🤖 AI Summary
This work addresses the challenge of identifying structural and semantic similarities across imperative programs written in different languages by proposing a unified graph representation that integrates abstract syntax trees with neural semantic embeddings. The approach transforms annotated programs into typed, attributed graphs and leverages CodeBERT and SentenceTransformer to generate rich semantic embeddings. By constructing consistent graph representations across multilingual verification datasets—including C/ACSL, Java/JML, and Dafny—it achieves, for the first time, joint modeling of syntactic structure and formal semantics. This unified framework offers a viable pathway for cross-language reuse of verification artifacts and demonstrates strong generality and effectiveness across diverse programming languages and specification frameworks.
📝 Abstract
Reusing verification artefacts requires identifying structural and semantic similarities across programs and their specifications. In this paper, we focus on graph construction as a foundational step toward this goal.

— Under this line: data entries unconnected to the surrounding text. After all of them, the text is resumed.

/**
 * Nesting: the request the engine takes (`nestRequestSchema`) and the plan it returns (`planSchema`).
 * Every length is in mm (see `lib/units/length.ts`). Worker messages, route handlers and saved plans reuse these.
 */
import { z } from 'zod';
import { text } from './text';
import { nestSawSchema } from './saw';

const mm = z.number().finite();
const positiveMm = mm.positive();
const id = text().min(1, 'an id is required').max(100);

/** `along-length`: the part's length must run with the stock's grain; `any`: it may turn. */
export const grainRuleSchema = z.enum(['along-length', 'any']);
export type GrainRule = z.infer<typeof grainRuleSchema>;

export const nestPartSchema = z.object({
  id,
  label: text().max(200).default(''),
  quantity: z.number().int('quantity must be a whole number').min(1, 'quantity must be at least 1').max(100_000),
  /** Along the grain, joint allowance included. */
  length: positiveMm,
  width: positiveMm,
  thickness: positiveMm,
  material: text().min(1, 'material is required').max(200),
  // Safe default: a grained part is never turned unless someone says it may be.
  grain: grainRuleSchema.default('along-length'),
  /** Already included in `length`; carried for display. */
  jointAllowance: mm.min(0).default(0),
  /** Drawer schedule id or colour key. */
  group: text().max(100).optional(),
  notes: text({ multiline: true }).max(2000).optional(),
});
export type NestPart = z.infer<typeof nestPartSchema>;

export const stockKindSchema = z.enum(['sheet', 'board', 'offcut']);
export type StockKind = z.infer<typeof stockKindSchema>;

export const nestStockSchema = z
  .object({
    id,
    kind: stockKindSchema,
    length: positiveMm,
    width: positiveMm,
    thickness: positiveMm,
    material: text().min(1, 'material is required').max(200),
    grain: z.enum(['along-length', 'none']).default('along-length'),
    /** On hand; `null` = a size the shop can buy as many of as needed. */
    count: z.number().int('count must be a whole number').min(0).nullable(),
    costEach: mm.min(0).default(0),
    /** Offcuts only: edges already sawn, so no trim is taken (default true for offcuts). */
    trimmed: z.boolean().optional(),
    source: text().max(200).optional(),
  })
  .refine((s) => s.kind !== 'offcut' || s.count !== null, {
    message: 'an offcut is a piece on the rack: give its count (it cannot be bought)',
    path: ['count'],
  });
export type NestStock = z.infer<typeof nestStockSchema>;

export const cuttingStyleSchema = z.enum(['panel', 'strips']);
export const objectiveSchema = z.enum(['cost', 'pieces', 'cuts']);

/** 1″ (25.4 mm) between blade and fence, the least a table-saw rip should leave there (common practice, no source). */
export const DEFAULT_MIN_FENCE_WIDTH = 25.4;

/** The settings' fields (without the rules across them: `nestSettingsSchema`). */
export const nestSettingsObjectSchema = z.object({
  kerf: mm.min(0).max(20).default(3.2),
  /** Per side, kerf included, taken from factory edges (sheets, boards) only. */
  trim: mm.min(0).max(100).default(0),
  minOffcutLength: mm.min(0).default(300),
  minOffcutWidth: mm.min(0).default(100),
  style: cuttingStyleSchema.default('panel'),
  objective: objectiveSchema.default('cost'),
  timeBudgetMs: z.number().int().min(0).max(120_000).default(2000),
  seed: z.number().int().default(1),
  preferOffcuts: z.boolean().default(true),
  /**
   * The narrowest strip a rip may leave between blade and fence: 1″ on a table saw (common practice, no source; the
   * saw's manual decides). 0 turns the rule off.
   */
  minFenceWidth: mm.min(0).max(300).default(DEFAULT_MIN_FENCE_WIDTH),
  /**
   * The saw the plan is cut on (lib/nesting/saw-profile.ts): its stages and first direction bound the cut tree, and
   * every saw-order step keeps within its capacities and safe minimum. Without one, `style` decides the stages.
   */
  saw: nestSawSchema.optional(),
  /** A saw that breaks the stock down first (a track saw): the cuts `saw` cannot make are made on it. */
  breakdownSaw: nestSawSchema.optional(),
});

export const nestSettingsSchema = nestSettingsObjectSchema.superRefine((s, ctx) => {
  if (s.breakdownSaw && !s.saw)
    ctx.addIssue({ code: 'custom', message: 'a breakdown saw needs a second saw for the rest of the cuts', path: ['breakdownSaw'] });
  if (s.breakdownSaw && s.saw && s.breakdownSaw.name.toLowerCase() === s.saw.name.toLowerCase()) {
    ctx.addIssue({
      code: 'custom',
      message: 'the breakdown saw and the second saw need different names (the saw order names them)',
      path: ['breakdownSaw', 'name'],
    });
  }
});
export type NestSettings = z.infer<typeof nestSettingsSchema>;

function uniqueIds(list: { id: string }[], what: string, ctx: z.RefinementCtx, path: string) {
  const seen = new Set<string>();
  list.forEach((item, i) => {
    if (seen.has(item.id)) ctx.addIssue({ code: 'custom', message: `duplicate ${what} id "${item.id}"`, path: [path, i, 'id'] });
    seen.add(item.id);
  });
}

/** More part instances than this in one request is surely a typing slip (or more than one Nest should carry). */
export const MAX_PART_INSTANCES = 20_000;

export const nestRequestSchema = z
  .object({
    parts: z.array(nestPartSchema).max(5000),
    stock: z.array(nestStockSchema).max(1000),
    settings: nestSettingsSchema.prefault({}),
  })
  .superRefine((r, ctx) => {
    uniqueIds(r.parts, 'part', ctx, 'parts');
    uniqueIds(r.stock, 'stock', ctx, 'stock');
    const instances = r.parts.reduce((n, p) => n + p.quantity, 0);
    if (instances > MAX_PART_INSTANCES) {
      ctx.addIssue({ code: 'custom', message: `${instances} parts in all; one Nest takes at most ${MAX_PART_INSTANCES}`, path: ['parts'] });
    }
  });
export type NestRequest = z.infer<typeof nestRequestSchema>;
export type NestRequestInput = z.input<typeof nestRequestSchema>;

// ---------------------------------------------------------------- the plan

export const rectSchema = z.object({ x: mm, y: mm, w: mm.min(0), h: mm.min(0) });

/** One part instance on a stock piece, in stock coordinates (x along the stock's length). */
export const placementSchema = z.object({
  partId: id,
  /** 1-based: instance k of the part's quantity. */
  instance: z.number().int().min(1),
  label: text().default(''),
  x: mm,
  y: mm,
  /** Extent along x (the stock's length): the part's length unless rotated. */
  w: positiveMm,
  /** Extent along y. */
  h: positiveMm,
  rotated: z.boolean(),
  /** Pinned on the layout bench: a re-nest leaves it where it is. Optional, so earlier version-1 plans still read. */
  locked: z.boolean().optional(),
});
export type Placement = z.infer<typeof placementSchema>;

/** Same shape as `CutNode` in `lib/nesting/pack/types.ts`; an item's `itemId` is its placement index in the piece. */
export type PlanCutNode =
  | { type: 'item'; rect: z.infer<typeof rectSchema>; itemId: number; rotated: boolean }
  | { type: 'leftover'; rect: z.infer<typeof rectSchema> }
  | {
      type: 'cut';
      rect: z.infer<typeof rectSchema>;
      axis: 'x' | 'y';
      pos: number;
      kerf: number;
      children: [PlanCutNode] | [PlanCutNode, PlanCutNode];
    };

export const cutNodeSchema: z.ZodType<PlanCutNode> = z.lazy(() =>
  z.discriminatedUnion('type', [
    z.object({ type: z.literal('item'), rect: rectSchema, itemId: z.number().int().min(0), rotated: z.boolean() }),
    z.object({ type: z.literal('leftover'), rect: rectSchema }),
    z.object({
      type: z.literal('cut'),
      rect: rectSchema,
      axis: z.enum(['x', 'y']),
      pos: mm,
      kerf: mm.min(0),
      children: z.union([z.tuple([cutNodeSchema]), z.tuple([cutNodeSchema, cutNodeSchema])]),
    }),
  ]),
);

export const sawPieceSchema = rectSchema.extend({
  name: text().min(1),
  /** `part`: exactly one part; `piece`: cut further later; `offcut`: keep it; `waste`: too small to keep. */
  role: z.enum(['part', 'piece', 'offcut', 'waste']),
  /** Part instances inside this piece (the one it becomes when role is `part`). */
  parts: z.array(z.object({ partId: id, instance: z.number().int().min(1) })),
});
export type SawPiece = z.infer<typeof sawPieceSchema>;

export const sawStepSchema = z.object({
  /** 1-based, in the order the cutter makes them. */
  n: z.number().int().min(1),
  /** `rip`: along the stock's length (a line y = const); `crosscut`: across it (x = const). */
  kind: z.enum(['rip', 'crosscut']),
  /** Name of the piece being cut ("A" is the first stock piece, "A1" its first strip, "A1a" …). */
  piece: text().min(1),
  /** Which edge of the piece rides the fence: `low` = its edge nearer the stock's origin (y or x), `high` = the other. */
  reference: z.enum(['low', 'high']),
  /** Fence setting: width of the piece between blade and fence, in mm. */
  fence: mm.min(0),
  /** Length of the cut (the piece's full extent along the cut: always a through-cut). */
  length: positiveMm,
  /** Takes a factory edge off (edge trim). */
  trim: z.boolean().default(false),
  /**
   * A rip whose pieces are both narrower than the safe minimum between blade and fence: not for the rip fence, but
   * for a sled, a track saw or a band saw.
   */
  narrow: z.boolean().optional(),
  /** The name of the saw the cut is made on, when the request names saws. */
  saw: text().max(80).optional(),
  /** The pieces it leaves, low side first; a side the blade eats entirely is absent. */
  produces: z.array(sawPieceSchema).min(1).max(2),
});
export type SawStep = z.infer<typeof sawStepSchema>;

export const pieceFiguresSchema = z.object({
  stockArea: mm.min(0),
  partArea: mm.min(0),
  offcutArea: mm.min(0),
  wasteArea: mm.min(0),
  /** partArea / stockArea. */
  yield: mm.min(0),
  cuts: z.number().int().min(0),
  cutLength: mm.min(0),
  cost: mm.min(0),
});
export type PieceFigures = z.infer<typeof pieceFiguresSchema>;

/** One stock piece used by the plan (a Sheet map or Board map). */
export const planPieceSchema = z.object({
  stockId: id,
  kind: stockKindSchema,
  length: positiveMm,
  width: positiveMm,
  thickness: positiveMm,
  material: text().min(1),
  /** Trim taken from each edge (0 for sawn offcuts). */
  trim: mm.min(0),
  placements: z.array(placementSchema),
  // Optional: an edited plan (layout bench) carries placements only until `rebuildCuts` runs.
  tree: cutNodeSchema.optional(),
  sawOrder: z.array(sawStepSchema).optional(),
  offcuts: z.array(rectSchema).optional(),
  waste: z.array(rectSchema).optional(),
  figures: pieceFiguresSchema.optional(),
});
export type PlanPiece = z.infer<typeof planPieceSchema>;

export const unplacedReasonSchema = z.enum(['too-large', 'grain', 'no-stock-left', 'no-stock']);
export type UnplacedReason = z.infer<typeof unplacedReasonSchema>;

export const unplacedSchema = z.object({
  partId: id,
  instance: z.number().int().min(1),
  label: text().default(''),
  reason: unplacedReasonSchema,
  message: text({ multiline: true }),
});
export type Unplaced = z.infer<typeof unplacedSchema>;

export const planTotalsSchema = z.object({
  byMaterial: z.array(z.object({ material: text(), thickness: mm, kind: stockKindSchema, pieces: z.number().int().min(0) })),
  pieces: z.number().int().min(0),
  stockArea: mm.min(0),
  partArea: mm.min(0),
  offcutArea: mm.min(0),
  wasteArea: mm.min(0),
  yield: mm.min(0),
  cost: mm.min(0),
  cuts: z.number().int().min(0),
  cutLength: mm.min(0),
});
export type PlanTotals = z.infer<typeof planTotalsSchema>;

export const stockLineSchema = z.object({
  stockId: id,
  kind: stockKindSchema,
  material: text(),
  thickness: mm,
  length: mm,
  width: mm,
  count: z.number().int().min(1),
  costEach: mm.min(0),
  cost: mm.min(0),
  source: text().optional(),
});
export type StockLine = z.infer<typeof stockLineSchema>;

export const PLAN_VERSION = 1 as const;

export const planSchema = z.object({
  version: z.literal(PLAN_VERSION),
  pieces: z.array(planPieceSchema),
  unplaced: z.array(unplacedSchema),
  totals: planTotalsSchema.optional(),
  /** From on-hand stock and offcuts. */
  stockToPull: z.array(stockLineSchema).default([]),
  stockToBuy: z.array(stockLineSchema).default([]),
  /** True when the search was stopped early and this is the best plan found by then. */
  cancelled: z.boolean().default(false),
});
export type Plan = z.infer<typeof planSchema>;
export type PlanInput = z.input<typeof planSchema>;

We present a pipeline that converts imperative programs and their annotations into typed, attributed graphs. Our experiments cover datasets including C with ACSL, Java with JML, and Dafny for C\#. The pipeline integrates abstract syntax tree parsing with semantic embeddings derived from models such as SentenceTransformer and CodeBERT. This enables the generation of graph representations that capture both structural relationships and semantic context. Our results show that consistent graph representations can be constructed across different languages and annotation styles. This work provides a practical basis for future steps in semantic enrichment and approximate graph matching for scalable verification artefact reuse.